Generally in financial services, we are extremely good at detecting and understanding risks such as market and credit risk where there are huge sets of historical data that can be analysed statistically to help us predict risk in the future. This is analogous to supervised machine learning – historical data is used to train ML models to detect known outcomes. When it comes to financial crime, we can detect a proportion of suspicious transactions based on known money laundering typologies, but unfortunately, as we have seen above, new and unknown patterns continue to emerge.

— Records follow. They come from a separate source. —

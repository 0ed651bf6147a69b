import type { ExprNode } from '../../../src/engine/expr/node.ts';
import { fAdd, fMul, fSub, finite, type Fraction } from '../interval/exact-rational.ts';

/** An exact complex rational with its exact gradient in the unknowns (forward mode), the tests' reference. */
export interface ExactDual { re: Fraction; im: Fraction; dre: Fraction[]; dim: Fraction[] }

const ZERO: Fraction = { n: 0n, d: 1n };
const ONE: Fraction = { n: 1n, d: 1n };

function constantDual(re: number, im: number, n: number): ExactDual {
  return { re: finite(re), im: finite(im), dre: new Array(n).fill(ZERO), dim: new Array(n).fill(ZERO) };
}
function plus(a: ExactDual, b: ExactDual): ExactDual {
  return { re: fAdd(a.re, b.re), im: fAdd(a.im, b.im), dre: a.dre.map((x, k) => fAdd(x, b.dre[k]!)), dim: a.dim.map((x, k) => fAdd(x, b.dim[k]!)) };
}
function negate(a: ExactDual): ExactDual {
  const z = (x: Fraction): Fraction => fSub(ZERO, x);
  return { re: z(a.re), im: z(a.im), dre: a.dre.map(z), dim: a.dim.map(z) };
}
function times(a: ExactDual, b: ExactDual): ExactDual {
  const mr = (xr: Fraction, xi: Fraction, yr: Fraction, yi: Fraction): Fraction => fSub(fMul(xr, yr), fMul(xi, yi));
  const mi = (xr: Fraction, xi: Fraction, yr: Fraction, yi: Fraction): Fraction => fAdd(fMul(xr, yi), fMul(xi, yr));
  return {
    re: mr(a.re, a.im, b.re, b.im),
    im: mi(a.re, a.im, b.re, b.im),
    dre: a.dre.map((_, k) => fAdd(mr(a.dre[k]!, a.dim[k]!, b.re, b.im), mr(a.re, a.im, b.dre[k]!, b.dim[k]!))),
    dim: a.dre.map((_, k) => fAdd(mi(a.dre[k]!, a.dim[k]!, b.re, b.im), mi(a.re, a.im, b.dre[k]!, b.dim[k]!))),
  };
}

/** Evaluates a graph exactly at packed complex doubles x (unknowns) and p (parameters), with the exact gradient. */
export function exactEvaluate(node: ExprNode, x: Float64Array, p: Float64Array): ExactDual {
  const n = x.length / 2;
  const visit = (e: ExprNode): ExactDual => {
    switch (e.kind) {
      case 'const': return constantDual(e.re, e.im, n);
      case 'param': return constantDual(p[2 * e.index]!, p[2 * e.index + 1]!, n);
      case 'unknown': {
        const v = constantDual(x[2 * e.index]!, x[2 * e.index + 1]!, n);
        v.dre[e.index] = ONE;
        return v;
      }
      case 'add': return e.terms.map(visit).reduce(plus);
      case 'neg': return negate(visit(e.arg));
      case 'mul': return e.factors.map(visit).reduce(times);
      case 'pow': {
        let r = constantDual(1, 0, n);
        const b = visit(e.base);
        for (let k = 0; k < e.exponent; k++) r = times(r, b);
        return r;
      }
    }
  };
  return visit(node);
}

For these Rumsfeldian unknown unknowns, we need to think more about financial crime in terms uncertainty and less about risk. This is a distinction made by Knight as far back as 1921 and hinges on the idea that we are dealing with risk when, even if we do not know the outcome, we can measure the probabilities of different outcomes occurring. Uncertainty, however, means we do not have all (or any) of the information in order to set these probabilities in the first place. And this sounds very much like unsupervised machine learning – which can detect new and emerging financial crime typologies that have not before been encountered.

On this basis, we would expect that transaction monitoring systems based on unsupervised ML would be the most desirable solutions for financial institutions. However, there is an important trade off that has to be considered. Regulatory expectations (and good practice) around ML models require that the application of these models is transparent, and that the outcomes and decisions reached by ML systems can be explained. Unfortunately, levels of explainability decrease significantly when unsupervised ML models are used and firms must weigh up this balance between accuracy and explainability when implementing ™ systems using ML.

As far as trends in the RegTech market for transaction monitoring tools go we have observed the following:

  1. Optimisation of existing rule-based systems through the use of data analytics to improve their tuning and calibration
  2. Layering of products making use of ML techniques on top of incumbent rules-based systems to improve detection accuracy and reduce false positives
  3. Replacement of incumbent rules-based systems with products based on a combination of rules and ML models – both supervised and unsupervised
  4. Vendors with products that use ML models are developing repositories of crime typologies and seeking ways of sharing these across the industry

Hopefully, these advances in the use of ML and sharing of data will continue to be adopted throughout the industry and improve the level of detection, providing a more robust and adaptive solution to the virus that is financial crime.